Another thing about the restaurant - it serves food.

So does the city's Kawaii Monster Cafe, where "dad's beer" comes in a beaker, moms sip "potion" cocktails from jars and kids' meals come in neon colors.

It's perhaps the only place where you'd order "colorful poison parfait extreme" for your young ones without concern for their health beyond too much sugar.

A huge pair of googly eyes pop from the wall of the lobby that leads to dining areas where lips are affixed to walls, dangle from the ceiling and serve as the centerpiece of a cake that, in turn, centers the merry-go-round - that, in turn, serves as the center of the room.

Bunnies and unicorns spin around the layers of loafs that dribble with frosting.

Children can't go on the merry-go-round (it's meant for go-go dancers, who teach routines to guests) but can climb the plastic vines that twist toward the ceiling.

Monster Cafe's Mushroom Disco seems like a magical place where Candy Land took a magical dose of its namesake fungi, which incidentally serves as its Technicolor furniture - that is, largely as parasols that block strobe lights.

Families who visit the city's owl cafes agree they're a hoot in every sense.

Many are more like petting zoos than places to enjoy brewed beverages.

Some don't even have coffee that's not canned.
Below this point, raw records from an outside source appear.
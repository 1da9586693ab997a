/** Expressions of Fortran in the common form; precedence after the standard (ISO/IEC 1539-1, table of operators in 10.1). */
import type { BinaryExpr, CompareOp, Expr } from '../../program/nodes.ts';
import { isInteger } from './literals.ts';
import { primary } from './primary.ts';
import type { Reader } from './reader.ts';

type Operator =
  | { readonly level: number; readonly kind: 'binary'; readonly op: BinaryExpr['op'] }
  | { readonly level: number; readonly kind: 'compare'; readonly op: CompareOp }
  | { readonly level: number; readonly kind: 'logic'; readonly op: 'and' | 'or' }
  | { readonly level: number; readonly kind: 'opaque' };

const level = { defined: 1, equivalence: 2, or: 3, and: 4, not: 5, relation: 6, concatenation: 7, sum: 8, product: 9 } as const;

const operators: Readonly<Record<string, Operator>> = {
  '.eqv.': { level: level.equivalence, kind: 'compare', op: '==' },
  '.neqv.': { level: level.equivalence, kind: 'compare', op: '!=' },
  '.or.': { level: level.or, kind: 'logic', op: 'or' },
  '.and.': { level: level.and, kind: 'logic', op: 'and' },
  ...Object.fromEntries((['<', '<=', '>', '>=', '=='] as const).map((op) => [op, { level: level.relation, kind: 'compare', op }])),
  '/=': { level: level.relation, kind: 'compare', op: '!=' },
  '//': { level: level.concatenation, kind: 'opaque' },
  '+': { level: level.sum, kind: 'binary', op: '+' },
  '-': { level: level.sum, kind: 'binary', op: '-' },
  '*': { level: level.product, kind: 'binary', op: '*' },
  '/': { level: level.product, kind: 'binary', op: '/' },
};

/** The expression that begins at the next token; unknown, with a problem recorded, where none does. */
export function expression(reader: Reader): Expr {
  return reader.deeper(() => binary(reader, level.defined), () => tooDeep(reader));
}

function tooDeep(reader: Reader): Expr {
  const { start } = reader.token;
  reader.problem('nested too deeply');
  reader.skipStatement();
  return reader.unknown(reader.since(start));
}

/** Between dots: an operator of the program's own. */
function isDefined(text: string): boolean {
  return /^\.[a-z]+\.$/.test(text) && !Object.hasOwn(operators, text) && text !== '.not.' && text !== '.true.' && text !== '.false.';
}

function operatorAt(reader: Reader): Operator | undefined {
  const { token } = reader;
  if (token.kind !== 'op') return undefined;
  if (Object.hasOwn(operators, token.text)) return operators[token.text];
  return isDefined(token.text) ? { level: level.defined, kind: 'opaque' } : undefined;
}

function binary(reader: Reader, least: number): Expr {
  const first = reader.token.start;
  let left = unary(reader, least);
  const start = Math.min(first, left.start);
  let made: Expr | undefined;
  for (;;) {
    const operator = operatorAt(reader);
    if (!operator || operator.level < least) return left;
    const token = reader.next();
    const right = binary(reader, operator.level + 1);
    const span = reader.since(start);
    if (operator.kind === 'compare') left = { kind: 'compare', operands: [left, right], ops: [operator.op], ...span };
    else if (operator.kind === 'logic') left = { kind: 'logic', op: operator.op, operands: left === made && left.kind === 'logic' && left.op === operator.op ? [...left.operands, right] : [left, right], ...span };
    else if (operator.kind === 'opaque') left = { kind: 'opaque', parts: [left, right], ...span };
    else left = { kind: 'binary', op: operator.op === '/' ? quotient(left, right) : operator.op, opSpan: { start: token.start, end: token.end }, left, right, ...span };
    made = left;
  }
}

/** The quotient of two integers is cut off: `1/3` is 0. */
function quotient(left: Expr, right: Expr): '/' | '//' {
  return left.kind === 'number' && right.kind === 'number' && isInteger(left.text) && isInteger(right.text) ? '//' : '/';
}

/** A sign stands before the first term of a sum and covers its products: `-a*b` is `-(a*b)`. */
function unary(reader: Reader, least: number): Expr {
  const { token } = reader;
  if (token.kind !== 'op') return power(reader);
  if (token.text === '-' || token.text === '+') {
    reader.next();
    const operand = reader.deeper(() => binary(reader, Math.max(level.product, least)), () => tooDeep(reader));
    return { kind: 'unary', op: token.text, operand, ...reader.since(token.start) };
  }
  if (token.text === '.not.') {
    reader.next();
    const operand = reader.deeper(() => binary(reader, level.relation), () => tooDeep(reader));
    return { kind: 'unary', op: 'not', operand, ...reader.since(token.start) };
  }
  if (isDefined(token.text)) {
    reader.next();
    const operand = reader.deeper(() => power(reader), () => tooDeep(reader));
    return reader.unknown(reader.since(token.start), [operand]);
  }
  return power(reader);
}

/** Powers go from the right: `a**b**c` is `a**(b**c)`. */
function power(reader: Reader): Expr {
  const first = reader.token.start;
  const base = primary(reader);
  const start = Math.min(first, base.start);
  if (!reader.isOp('**')) return base;
  const token = reader.next();
  const right = reader.deeper(() => exponent(reader), () => tooDeep(reader));
  return { kind: 'binary', op: '**', opSpan: { start: token.start, end: token.end }, left: base, right, ...reader.since(start) };
}

/** `a**-2` is taken by most compilers. */
function exponent(reader: Reader): Expr {
  const { token } = reader;
  if (token.kind !== 'op' || (token.text !== '-' && token.text !== '+')) return power(reader);
  reader.next();
  return { kind: 'unary', op: token.text, operand: power(reader), ...reader.since(token.start) };
}
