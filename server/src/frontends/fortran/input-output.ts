/** Input and output: what is read becomes unknown, what is written is looked at. */
import type { Expr, Stmt } from '../../program/nodes.ts';
import { expression } from './expressions.ts';
import type { Reader } from './reader.ts';
import { assigned, baseOf } from './statements.ts';

const passed = new Set(['open', 'close', 'inquire', 'rewind', 'backspace', 'endfile', 'flush', 'wait']);

/** A statement of input or output; undefined where none begins here. */
export function ioStatement(reader: Reader): readonly Stmt[] | undefined {
  const { token } = reader;
  if (passed.has(token.text)) {
    reader.skipStatement();
    return [{ kind: 'leave', flow: 'none', values: [], ...baseOf(reader, token.start) }];
  }
  if (token.text !== 'print' && token.text !== 'write' && token.text !== 'read') return undefined;
  reader.next();
  if (reader.isOp('(') && token.text !== 'print') reader.skipBrackets();
  else skipFormat(reader);
  return reader.leniently(() => {
    const items = itemsOf(reader);
    if (token.text !== 'read') return [{ kind: 'leave', flow: 'none', values: items, ...baseOf(reader, token.start) }];
    for (const each of items) assigned(reader, each);
    return items.map((each): Stmt => ({ kind: 'assign', targets: [each.kind === 'call' ? each.callee : each], value: reader.unknown(each), start: each.start, end: each.end }));
  });
}

/** `print *, a` and `print '(f8.3)', a`: what stands before the first comma. */
function skipFormat(reader: Reader): void {
  while (!reader.done && !reader.atBreak && !reader.isOp(',')) {
    if (reader.isOp('(') || reader.isOp('(/')) reader.skipBrackets();
    else reader.next();
  }
  reader.takeOp(',');
}

function itemsOf(reader: Reader): readonly Expr[] {
  const items: Expr[] = [];
  while (!reader.done && !reader.atBreak) {
    const before = reader.at;
    items.push(expression(reader));
    if (!reader.takeOp(',')) break;
    if (reader.at === before) break;
  }
  reader.skipStatement();
  return items;
}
But a hot cuppa isn't the reason families visit.

It's the chance to feed fish guts to owls and to have them perch on forearms for photos and petting sessions.

Serpents slither in aquariums that top tables in analogous snake cafes, which often actually do prepare food and drink.

Guests can choose the specimens to place on their tables and switch whenever they like.

They can also purchase shed skins - or the living reptiles themselves, as pets.

Yes, you can order one lemon tea, two cheesecakes and three corn snakes if you so choose.

(Serpents, at least, should be ordered, "to-go".)

But if you're looking for food with entertainment, rather than entertainment with food, the Shinyokohama Raumen Museum serves hearty helpings of both.

Invisible hands lift chopsticks dangling with noodles outside.

The top floor hosts an area where kids can slot-car race and parents can buy such essential items as plastic bowls of fake ramen that serve as smartphone holders.

Shinyokohama also hosts jugglers, fortune-tellers and old-time candy shops.

The downstairs is rendered as a recreation of retro Tokyo.

Replicas of antiquated buildings serve as modern ramen restaurants plastered with old movie posters and other nostalgic references to the "golden years".

That said, early 20th-century Tokyo didn't host robot restaurants, or monster, owl and snake cafes.